> _MATERIAL FOR THIS TASK_

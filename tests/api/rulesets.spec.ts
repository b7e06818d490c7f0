// The team's rulesets end to end, on a server and database of this file's own (publishing changes
// the advice every other test would get): a lead drafts, edits a rule, previews which past
// decisions would change, cannot publish while a canonical case fails, publishes; new advice names
// the new version while saved decisions keep theirs.
import pg from 'pg'
import { afterAll, beforeAll, describe, expect, it } from 'vitest'
import { advise, compileRuleset, RULESET, type CaseInputDraft, type Ruleset } from '#shared/rules'
import { ApiClient, demoEmail } from '../support/api-client'
import { createDraft, uniqueTitle } from '../support/decisions'
import { freePort, startServer } from '../support/test-server'

type Server = Awaited<ReturnType<typeof startServer>>
type Choice = { approach: string; model: string; wallTreatment: string }
type RulesetBody = { id: number; key: string; version: string; status: string; rules: any[]; baseScores: Record<string, number>; baseWhy: string }

let server: Server
let owner: pg.Client
const roles = ['engineer', 'reviewer', 'auditor', 'lead', 'admin'] as const
const as = {} as Record<(typeof roles)[number], ApiClient>

const RULE = 'attached-aerodynamics-sst'
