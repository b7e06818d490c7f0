import { idParamSchema } from '#shared/schemas/common'

export default defineEventHandler(async (event) => {
  const { id } = await getValidatedRouterParams(event, zodValidator(idParamSchema))
  await requireRole(event, 'admin')
  return { mail: await retryMail(id) }
})
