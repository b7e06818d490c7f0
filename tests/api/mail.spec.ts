// Mail end to end: the real server writes the outbox, sends over SMTP to the local mail catcher
// (maildev, started by scripts/test.sh), and we read the catcher's inbox over its REST API.
import { createHash } from 'node:crypto'
import pg from 'pg'
import { SMTPServer } from 'smtp-server'
import { afterAll, beforeAll, describe, expect, inject, it } from 'vitest'
import { ApiClient, demoEmail, signIn } from '../support/api-client'
import { inbox, sentTo, until, waitForMail } from '../support/mail'
import { freePort, startServer } from '../support/test-server'

const unique = () => `${Date.now().toString(36)}${Math.random().toString(36).slice(2, 6)}`

function linkToken(text: string) {
  const match = text.match(/\/set-password\?token=([A-Za-z0-9_-]+)/)
  if (!match) throw new Error(`no set-password link in:\n${text}`)
  return match[1]!
}

async function withDb<T>(url: string, run: (client: pg.Client) => Promise<T>) {
  const client = new pg.Client({ connectionString: url })
  await client.connect()
  try { return await run(client) }
  finally { await client.end() }
}

async function invite(admin: ApiClient, name = 'Invited Person') {
  const email = `invitee.${unique()}@eddyledger.test`
  const res = await admin.post('/api/users', { email, name, role: 'engineer' })
  expect(res.status).toBe(201)
  const [mail] = await waitForMail(m => sentTo(m, email) && /set a password/i.test(m.subject))
  return { email, user: res.body.user as { id: number }, mail: mail! }
}
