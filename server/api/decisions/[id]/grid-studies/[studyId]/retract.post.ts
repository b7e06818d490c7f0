import { gridStudyParamsSchema, retractSchema } from '#shared/schemas/verification'

export default defineEventHandler(async (event) => {
  const { id, studyId } = await getValidatedRouterParams(event, zodValidator(gridStudyParamsSchema))
  const { reason } = await readValidatedBody(event, zodValidator(retractSchema))
  const { user } = await requireVerificationAccess(event, id, 'retract')
  return { verification: await retractRecord('grid-study', id, studyId, reason, user) }
})
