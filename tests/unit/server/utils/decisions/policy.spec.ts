// Who may do what to a decision in which status, as a table: the same function sets the page's
// permissions and the routes' refusals (403 for who you are, 409 for the decision's state).
import { describe, expect, it } from 'vitest'
import type { SessionUser } from '#shared/types/session'
import type { DecisionStatus } from '#shared/utils/decision-status'
import { decisionPermissions, decisionReadRefusal, decisionRefusal, type DecisionAction } from '../../../../../server/utils/decisions/policy'

const AUTHOR: SessionUser = { id: 1, email: 'a@x.test', name: 'Author', role: 'engineer' }
const actors = {
  author: { user: AUTHOR, member: true },
  engineer: { user: { ...AUTHOR, id: 2, role: 'engineer' }, member: true },
  reviewer: { user: { ...AUTHOR, id: 3, role: 'reviewer' }, member: true },
  outsideReviewer: { user: { ...AUTHOR, id: 4, role: 'reviewer' }, member: false },
  auditor: { user: { ...AUTHOR, id: 5, role: 'auditor' }, member: false },
  lead: { user: { ...AUTHOR, id: 6, role: 'lead' }, member: false },
  admin: { user: { ...AUTHOR, id: 7, role: 'admin' }, member: true },
} satisfies Record<string, { user: SessionUser; member: boolean }>
type Actor = keyof typeof actors

// [actor, action, status, expected status code or null when allowed]
const TABLE: [Actor, DecisionAction, DecisionStatus, 403 | 409 | null][] = [
  ['author', 'revise', 'draft', null],
  ['author', 'revise', 'in_review', 409],
  ['author', 'submit', 'draft', null],
  ['author', 'submit', 'approved', 409],
  ['engineer', 'revise', 'draft', 403],
  ['engineer', 'submit', 'draft', 403],
  ['reviewer', 'approve', 'in_review', null],
  ['reviewer', 'override', 'in_review', null],
  ['reviewer', 'request-changes', 'in_review', null],
  ['reviewer', 'approve', 'draft', 409],
  ['reviewer', 'override', 'approved', 409],
  ['engineer', 'approve', 'in_review', 403],
  ['author', 'approve', 'in_review', 403],
  ['outsideReviewer', 'approve', 'in_review', 403],
  ['author', 'supersede', 'approved', null],
  ['engineer', 'supersede', 'overridden', null],
  ['reviewer', 'supersede', 'overridden', null],
  ['author', 'supersede', 'draft', 409],
  ['author', 'supersede', 'superseded', 409],
  ['engineer', 'comment', 'superseded', null],
  ['reviewer', 'comment', 'draft', null],
  ['auditor', 'comment', 'approved', 403],
  ['lead', 'supersede', 'approved', 403],
  ['admin', 'comment', 'draft', 403],
  ['outsideReviewer', 'comment', 'draft', 403],
]

describe('decisionRefusal', () => {
  it.each(TABLE)('%s %s on a %s decision -> %s', (actor, action, status, expected) => {
    const { user, member } = actors[actor]
    const refusal = decisionRefusal(user, { authorId: AUTHOR.id, status }, member, action)
    expect(refusal?.statusCode ?? null).toBe(expected)
    if (refusal) expect(refusal.message.length).toBeGreaterThan(10)
  })
})

describe('decisionReadRefusal', () => {
  it.each([
    ['author', null], ['reviewer', null], ['auditor', null], ['lead', null], ['outsideReviewer', 403], ['admin', 403],
  ] as [Actor, 403 | null][])('%s reading -> %s', (actor, expected) => {
    const { user, member } = actors[actor]
    expect(decisionReadRefusal(user, member)?.statusCode ?? null).toBe(expected)
  })

  it('tells an administrator who reads decisions instead', () => {
    expect(decisionReadRefusal(actors.admin.user, true)?.message).toMatch(/auditors and leads/)
  })
})

describe('decisionPermissions', () => {
  it('gives the page the same answers as the guards', () => {
    const { user, member } = actors.reviewer
    expect(decisionPermissions(user, { authorId: AUTHOR.id, status: 'in_review' }, member)).toEqual({
      canRevise: false, canSubmit: false, canReview: true, canSupersede: false, canComment: true,
    })
    expect(decisionPermissions(actors.author.user, { authorId: AUTHOR.id, status: 'draft' }, true)).toEqual({
      canRevise: true, canSubmit: true, canReview: false, canSupersede: false, canComment: true,
    })
  })
})
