// The report's plots, each a function from plot data to an SVG string built from numbers only
// (no scenario or build text ever enters these strings; labels are ours). Long series are merged
// down to about the plot's pixel width with the min/max rule of series/buckets.ts, so peaks stay.

import { groupRanges } from '../../score/series/buckets.js';
import type { FrictionMap } from '../../plant/types.js';
import type { MinMaxSeries, RunSeries, SlipSegment } from '../../score/series/types.js';
import { bandsPath, envelopePath, linePath, markerPath } from './path.js';
import { CONE_COLOUR, GRID, INK, muColour, SLIP_COLOUR, STANCE_SHADE, type BuildStyle } from './palette.js';
import { linearScale, niceCeil, niceTicks, type Scale } from './scale.js';
import { asSvg, label, num, type SvgMarkup } from './svg.js';

export const PLOT_WIDTH = 320;
/** Buckets drawn per time plot: about one per 1.5 px of the plot's data area. */
export const PLOT_BUCKETS = 160;
/** Slip segments drawn per floor panel (the longest ones; the rest are counted in the caption). */
export const MAX_DRAWN_SLIPS = 60;
const LEFT = 54;
const RIGHT = 8;

interface TimeGrid {
  x0: number[];
  x1: number[];
  x: number[];
  start: number[];
  end: number[];
  scale: Scale;
}

function timeGrid(series: RunSeries, tMax_s: number, target = PLOT_BUCKETS): TimeGrid {
  const n = series.t_s.length;
  const { start, end } = groupRanges(n, target);
  const scale = linearScale(0, tMax_s, LEFT, PLOT_WIDTH - RIGHT);
  const bucketSpan_s = series.bucketTicks * series.controlPeriod_s;
  const x0 = start.map((k) => scale(Math.max(0, series.t_s[k] - bucketSpan_s)));
  const x1 = end.map((e) => scale(series.t_s[e - 1]));
  const x = end.map((e, g) => (x0[g] + scale(series.t_s[e - 1])) / 2);
  return { x0, x1, x, start, end, scale };
}

function mergeMinMax(s: MinMaxSeries, grid: TimeGrid): { min: (number | null)[]; max: (number | null)[] } {
  const min: (number | null)[] = [];
  const max: (number | null)[] = [];
  for (let g = 0; g < grid.start.length; g++) {
    let lo: number | null = null;
    let hi: number | null = null;
    for (let k = grid.start[g]; k < grid.end[g]; k++) {
      const a = s.min[k];
      const b = s.max[k];
      if (a !== null && (lo === null || a < lo)) lo = a;
      if (b !== null && (hi === null || b > hi)) hi = b;
    }
    min.push(lo);
    max.push(hi);
  }
  return { min, max };
}

const anyIn = (values: readonly number[], grid: TimeGrid, g: number, test: (v: number) => boolean) => {
  for (let k = grid.start[g]; k < grid.end[g]; k++) if (test(values[k])) return true;
  return false;
};
const meanIn = (values: readonly number[], grid: TimeGrid, g: number) => {
  let sum = 0;
  for (let k = grid.start[g]; k < grid.end[g]; k++) sum += values[k];
  return sum / Math.max(1, grid.end[g] - grid.start[g]);
};

function timeAxis(scale: Scale, tMax_s: number, y: number): string {
  let out = `<g class="axis">`;
  for (const t of niceTicks(0, tMax_s, 6)) {
    const x = scale(t);
    out += `<path d="M${num(x)} ${num(y)}v3" stroke="${INK}"/><text x="${num(x)}" y="${num(y + 12)}" text-anchor="middle">${label(t, 2)}</text>`;
  }
  out += `<text x="${LEFT - 10}" y="${num(y + 12)}" text-anchor="end" class="unit">t (s)</text></g>`;
  return out;
}

function open(width: number, height: number, kind: string, tMax_s?: number): string {
  const range = tMax_s === undefined ? '' : ` data-t0="${LEFT}" data-t1="${PLOT_WIDTH - RIGHT}" data-tmax="${num(tMax_s * 1000)}"`;
  return `<svg class="plot ${kind}" viewBox="0 0 ${width} ${num(height)}" width="${width}" height="${num(height)}" role="img"${range}>`;
}

const STRIP_HEIGHT = 34;
const STRIP_GAP = 7;
const USE_TOP = 1.3;

/** Friction use |f_t|/(μs·f_n) per foot over time: one strip per foot, cone at 1.0, stance shaded. */
export function frictionUsePlot(series: RunSeries, tMax_s: number): SvgMarkup {
  const grid = timeGrid(series, tMax_s);
  const n = series.footCount;
  const height = 4 + n * (STRIP_HEIGHT + STRIP_GAP) + 14;
  let out = open(PLOT_WIDTH, height, 'friction-use', tMax_s);
  for (let i = 0; i < n; i++) {
    const foot = series.feet[i];
    const top = 4 + i * (STRIP_HEIGHT + STRIP_GAP);
    const bottom = top + STRIP_HEIGHT;
    const y = linearScale(0, USE_TOP, bottom, top);
    const stance = bandsPath(grid.x0, grid.x1, (g) => meanIn(foot.stance, grid, g) >= 0.5, top, bottom);
    const slip = bandsPath(grid.x0, grid.x1, (g) => anyIn(foot.slipping, grid, g, (v) => v === 1), bottom + 1, bottom + 4);
    const merged = mergeMinMax(foot.frictionUse, grid);
    const clamp = (v: number | null) => (v === null ? null : y(Math.min(USE_TOP, Math.max(0, v))));
    out +=
      `<path class="stance" d="${stance}" fill="${STANCE_SHADE}"/>` +
      `<path d="M${LEFT} ${num(bottom)}H${PLOT_WIDTH - RIGHT}" stroke="${GRID}"/>` +
      `<path class="cone" d="M${LEFT} ${num(y(1))}H${PLOT_WIDTH - RIGHT}" stroke="${CONE_COLOUR}" stroke-dasharray="4 2"/>` +
      `<path class="series" d="${envelopePath(grid.x, merged.min.map(clamp), merged.max.map(clamp))}" fill="none" stroke="${INK}" stroke-width="1.1" stroke-linejoin="round"/>` +
      (slip ? `<path class="slip" d="${slip}" fill="${SLIP_COLOUR}"/>` : '') +
      `<text x="2" y="${num(top + 11)}" class="foot">foot ${i}</text>` +
      `<text x="${LEFT - 3}" y="${num(y(1) + 3)}" text-anchor="end">1</text>` +
      `<text x="${LEFT - 3}" y="${num(bottom)}" text-anchor="end">0</text>`;
  }
  out += timeAxis(grid.scale, tMax_s, height - 14) + '</svg>';
  return asSvg(out);
}

/** Normal force per foot over time, shared force axis across builds (forceMax_N). */
export function normalForcePlot(series: RunSeries, tMax_s: number, forceMax_N: number): SvgMarkup {
  const grid = timeGrid(series, tMax_s);
  const n = series.footCount;
  const height = 4 + n * (STRIP_HEIGHT + STRIP_GAP) + 14;
  let out = open(PLOT_WIDTH, height, 'normal-force', tMax_s);
  for (let i = 0; i < n; i++) {
    const foot = series.feet[i];
    const top = 4 + i * (STRIP_HEIGHT + STRIP_GAP);
    const bottom = top + STRIP_HEIGHT;
    const y = linearScale(0, forceMax_N, bottom, top);
    const merged = mergeMinMax(foot.normalForce_N, grid);
    const clamp = (v: number | null) => (v === null ? null : y(Math.min(forceMax_N, Math.max(0, v))));
    out +=
      `<path class="stance" d="${bandsPath(grid.x0, grid.x1, (g) => meanIn(foot.stance, grid, g) >= 0.5, top, bottom)}" fill="${STANCE_SHADE}"/>` +
      `<path d="M${LEFT} ${num(bottom)}H${PLOT_WIDTH - RIGHT}" stroke="${GRID}"/>` +
      `<path d="M${LEFT} ${num(y(series.loadedThreshold_N))}H${PLOT_WIDTH - RIGHT}" stroke="${GRID}" stroke-dasharray="2 2"/>` +
      `<path class="series" d="${envelopePath(grid.x, merged.min.map(clamp), merged.max.map(clamp))}" fill="none" stroke="${INK}" stroke-width="1.1" stroke-linejoin="round"/>` +
      `<text x="2" y="${num(top + 11)}" class="foot">foot ${i}</text>` +
      `<text x="${LEFT - 3}" y="${num(top + 8)}" text-anchor="end">${label(forceMax_N, 0)}</text>` +
      `<text x="${LEFT - 3}" y="${num(bottom)}" text-anchor="end">0</text>`;
  }
  out += timeAxis(grid.scale, tMax_s, height - 14) + `<text x="2" y="${num(height - 20)}" class="unit">f_n in N</text></svg>`;
  return asSvg(out);
}
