// Linear scales and "nice" tick values (1, 2, 5 × 10^k steps, the usual choice for axis labels;
// common practice in plotting libraries).

export type Scale = (value: number) => number;

export function linearScale(domain0: number, domain1: number, range0: number, range1: number): Scale {
  const span = domain1 - domain0;
  const k = span === 0 ? 0 : (range1 - range0) / span;
  return (value: number) => range0 + (value - domain0) * k;
}

export function niceStep(span: number, count: number): number {
  if (!(span > 0) || !(count > 0)) return 1;
  const raw = span / count;
  const power = 10 ** Math.floor(Math.log10(raw));
  const unit = raw / power;
  return (unit >= 5 ? 10 : unit >= 2 ? 5 : unit >= 1 ? 2 : 1) * power;
}

/** Tick values within [lo, hi] on a nice step, about `count` of them. */
export function niceTicks(lo: number, hi: number, count: number): number[] {
  if (!(hi > lo)) return [lo];
  const step = niceStep(hi - lo, count);
  const ticks: number[] = [];
  for (let v = Math.ceil(lo / step - 1e-9) * step; v <= hi + step * 1e-9; v += step) ticks.push(Math.abs(v) < step * 1e-9 ? 0 : Number(v.toPrecision(12)));
  return ticks;
}

/** Upper end of a domain rounded up to a nice step (for force axes and the like). */
export function niceCeil(value: number, count = 4): number {
  if (!(value > 0)) return 1;
  const step = niceStep(value, count);
  return Math.ceil(value / step - 1e-9) * step;
}
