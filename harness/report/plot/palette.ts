// The report's visual language: build hues from the Okabe–Ito set (Okabe & Ito 2008, designed to
// stay distinguishable under the common colour-vision deficiencies), each paired with a marker
// shape and a dash pattern so no reading depends on colour alone; and a friction ramp from pale
// sand (grippy) to deep ink-blue (slippery), monotone in lightness so it reads in grey too.

import { MARKER_SHAPES, type MarkerShape } from './path.js';

/** Blue, orange, bluish green, reddish purple, sky blue, black, yellow (vermillion kept for slips). */
const BUILD_HUES = ['#0072B2', '#E69F00', '#009E73', '#CC79A7', '#56B4E9', '#1b1b1b', '#b59b00'];
const DASHES = ['', '7 3', '2 2.5', '9 3 2 3', '4 4', '1 3', '12 4'];

export const INK = '#1f2328';
export const SLIP_COLOUR = '#D55E00';
export const CONE_COLOUR = '#6b3d00';
export const STANCE_SHADE = '#e7e3da';
export const GRID = '#d9d6cf';

export interface BuildStyle {
  colour: string;
  shape: MarkerShape;
  dash: string;
}

export function buildStyle(index: number): BuildStyle {
  return {
    colour: BUILD_HUES[index % BUILD_HUES.length],
    shape: MARKER_SHAPES[index % MARKER_SHAPES.length],
    dash: DASHES[index % DASHES.length],
  };
}

/** Friction ramp stops (μs, colour); μs above the last stop takes its colour. */
export const MU_STOPS: [number, [number, number, number]][] = [
  [0, [22, 46, 74]],
  [0.15, [47, 92, 137]],
  [0.3, [96, 139, 178]],
  [0.5, [160, 190, 210]],
  [0.7, [212, 221, 219]],
  [1.0, [246, 240, 226]],
];

export function muColour(mu: number): string {
  const stops = MU_STOPS;
  if (!(mu > stops[0][0])) return rgb(stops[0][1]);
  for (let k = 1; k < stops.length; k++) {
    const [m1, c1] = stops[k];
    if (mu <= m1) {
      const [m0, c0] = stops[k - 1];
      const f = (mu - m0) / (m1 - m0);
      return rgb([c0[0] + f * (c1[0] - c0[0]), c0[1] + f * (c1[1] - c0[1]), c0[2] + f * (c1[2] - c0[2])]);
    }
  }
  return rgb(stops[stops.length - 1][1]);
}

function rgb(c: readonly number[]): string {
  const hex = (v: number) => Math.round(Math.max(0, Math.min(255, v))).toString(16).padStart(2, '0');
  return `#${hex(c[0])}${hex(c[1])}${hex(c[2])}`;
}
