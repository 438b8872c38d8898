// The suite overview's small plots: one row per scenario, one marker per build (friction margin
// and slip dots on shared axes), and the build swatches of the legend.

import { markerPath } from './path.js';
import { CONE_COLOUR, GRID, INK, type BuildStyle } from './palette.js';
import { linearScale } from './scale.js';
import { asSvg, label, num, type SvgMarkup } from './svg.js';
export interface DotValue {
  value: number | null;
  style: BuildStyle;
  /** The run passed its acceptance: filled marker; failed or errored: hollow (shape, not colour alone). */
  passed: boolean;
}

export const OVERVIEW_WIDTH = 220;
/** Each build has its own lane, so equal values never hide one marker behind another. */
const LANE_PX = 9;
const LANE_TOP = 6;
const MARKER_R = 3.6;

function lanesHeight(lanes: number): number {
  return LANE_TOP * 2 + Math.max(0, lanes - 1) * LANE_PX;
}

function marker(v: DotValue, x: number, lane: number): string {
  const d = markerPath(v.style.shape, x, LANE_TOP + lane * LANE_PX, MARKER_R);
  return v.passed
    ? `<path class="dot pass" d="${d}" fill="${v.style.colour}" stroke="#fff" stroke-width="0.8"/>`
    : `<path class="dot fail" d="${d}" fill="#fff" stroke="${v.style.colour}" stroke-width="1.6"/>`;
}

/**
 * Friction margin min of every build (one lane each, in build order) from MARGIN_AXIS[0] to [1],
 * the cone (0) marked and the far side shaded. The axis is cut where the interesting values are (a
 * walking robot's worst margin sits in −0.25 … 0.5); values beyond sit at the edge with an arrow.
 */
export const MARGIN_AXIS: [number, number] = [-0.25, 0.5];
export function marginDots(values: DotValue[]): SvgMarkup {
  const x = linearScale(MARGIN_AXIS[0], MARGIN_AXIS[1], 8, OVERVIEW_WIDTH - 8);
  const h = lanesHeight(values.length);
  let out = `<svg class="dots margin" viewBox="0 0 ${OVERVIEW_WIDTH} ${h}" width="${OVERVIEW_WIDTH}" height="${h}" role="img">`;
  const [lo, hi] = MARGIN_AXIS;
  out += `<rect x="${num(x(lo))}" y="1" width="${num(x(0) - x(lo))}" height="${h - 2}" fill="#f6dccb"/>`;
  for (const t of [-0.2, -0.1, 0.1, 0.2, 0.3, 0.4, 0.5]) out += `<path d="M${num(x(t))} 1V${h - 1}" stroke="${GRID}" stroke-width="0.6"/>`;
  out += `<path d="M${num(x(0))} 0V${h}" stroke="${CONE_COLOUR}" stroke-dasharray="2 1.5"/>`;
  values.forEach((v, lane) => {
    if (v.value === null) return;
    const at = x(Math.max(lo, Math.min(hi, v.value)));
    out += marker(v, at, lane);
    if (v.value < lo || v.value > hi) out += `<text x="${num(v.value < lo ? at + 6 : at - 6)}" y="${num(LANE_TOP + lane * LANE_PX + 3)}" text-anchor="${v.value < lo ? 'start' : 'end'}">${v.value < lo ? '◂' : '▸'}</text>`;
  });
  return asSvg(out + '</svg>');
}

/** Slip distance of every build (one lane each) on a log axis from 1 mm to 1 m (beyond: at the edges). */
export function slipDots(values: DotValue[]): SvgMarkup {
  const x = linearScale(-3, 0, 8, OVERVIEW_WIDTH - 8);
  const at = (m: number) => x(Math.max(-3, Math.min(0, Math.log10(Math.max(m, 1e-3)))));
  const h = lanesHeight(values.length);
  let out = `<svg class="dots slip" viewBox="0 0 ${OVERVIEW_WIDTH} ${h}" width="${OVERVIEW_WIDTH}" height="${h}" role="img">`;
  for (const t of [-3, -2, -1, 0]) out += `<path d="M${num(x(t))} 1V${h - 1}" stroke="${GRID}" stroke-width="0.6"/>`;
  values.forEach((v, lane) => {
    if (v.value !== null) out += marker(v, at(v.value), lane);
  });
  return asSvg(out + '</svg>');
}

/** Axis captions for the overview columns (numbers only). */
export function marginAxis(): SvgMarkup {
  const x = linearScale(MARGIN_AXIS[0], MARGIN_AXIS[1], 8, OVERVIEW_WIDTH - 8);
  let out = `<svg class="dots-axis" viewBox="0 0 ${OVERVIEW_WIDTH} 14" width="${OVERVIEW_WIDTH}" height="14" aria-hidden="true">`;
  for (const t of [-0.2, 0, 0.2, 0.4]) out += `<text x="${num(x(t))}" y="11" text-anchor="middle">${label(t, 1)}</text>`;
  return asSvg(out + '</svg>');
}

export function slipAxis(): SvgMarkup {
  const x = linearScale(-3, 0, 8, OVERVIEW_WIDTH - 8);
  let out = `<svg class="dots-axis" viewBox="0 0 ${OVERVIEW_WIDTH} 14" width="${OVERVIEW_WIDTH}" height="14" aria-hidden="true">`;
  const names = ['1 mm', '1 cm', '10 cm', '1 m'];
  const anchors = ['start', 'middle', 'middle', 'end'];
  [-3, -2, -1, 0].forEach((t, k) => (out += `<text x="${num(x(t))}" y="11" text-anchor="${anchors[k]}">${names[k]}</text>`));
  return asSvg(out + '</svg>');
}

/** A legend swatch for a build: its marker and dash, no text (the name is HTML beside it). */
export function buildSwatch(style: BuildStyle): SvgMarkup {
  return asSvg(
    `<svg class="swatch" viewBox="0 0 34 14" width="34" height="14" aria-hidden="true">` +
      `<path d="M1 7H33" stroke="${style.colour}" stroke-width="2"${style.dash ? ` stroke-dasharray="${style.dash}"` : ''}/>` +
      `<path d="${markerPath(style.shape, 17, 7, 4.2)}" fill="${style.colour}" stroke="#fff" stroke-width="0.8"/></svg>`,
  );
}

> _ACTIVITY_
Starting with the first line of the entries, transcribe every line up to and including the one with "let owner: pg.Client".

> _SOLUTION TO THIS TASK_
filename tests/api/rulesets.spec.ts
repository b7e06818d490c7f0
// The team's rulesets end to end, on a server and database of this file's own (publishing changes
// the advice every other test would get): a lead drafts, edits a rule, previews which past
// decisions would change, cannot publish while a canonical case fails, publishes; new advice names
// the new version while saved decisions keep theirs.
import pg from 'pg'
import { afterAll, beforeAll, describe, expect, it } from 'vitest'
import { advise, compileRuleset, RULESET, type CaseInputDraft, type Ruleset } from '#shared/rules'
import { ApiClient, demoEmail } from '../support/api-client'
import { createDraft, uniqueTitle } from '../support/decisions'
import { freePort, startServer } from '../support/test-server'

type Server = Awaited<ReturnType<typeof startServer>>
type Choice = { approach: string; model: string; wallTreatment: string }
type RulesetBody = { id: number; key: string; version: string; status: string; rules: any[]; baseScores: Record<string, number>; baseWhy: string }

let server: Server
let owner: pg.Client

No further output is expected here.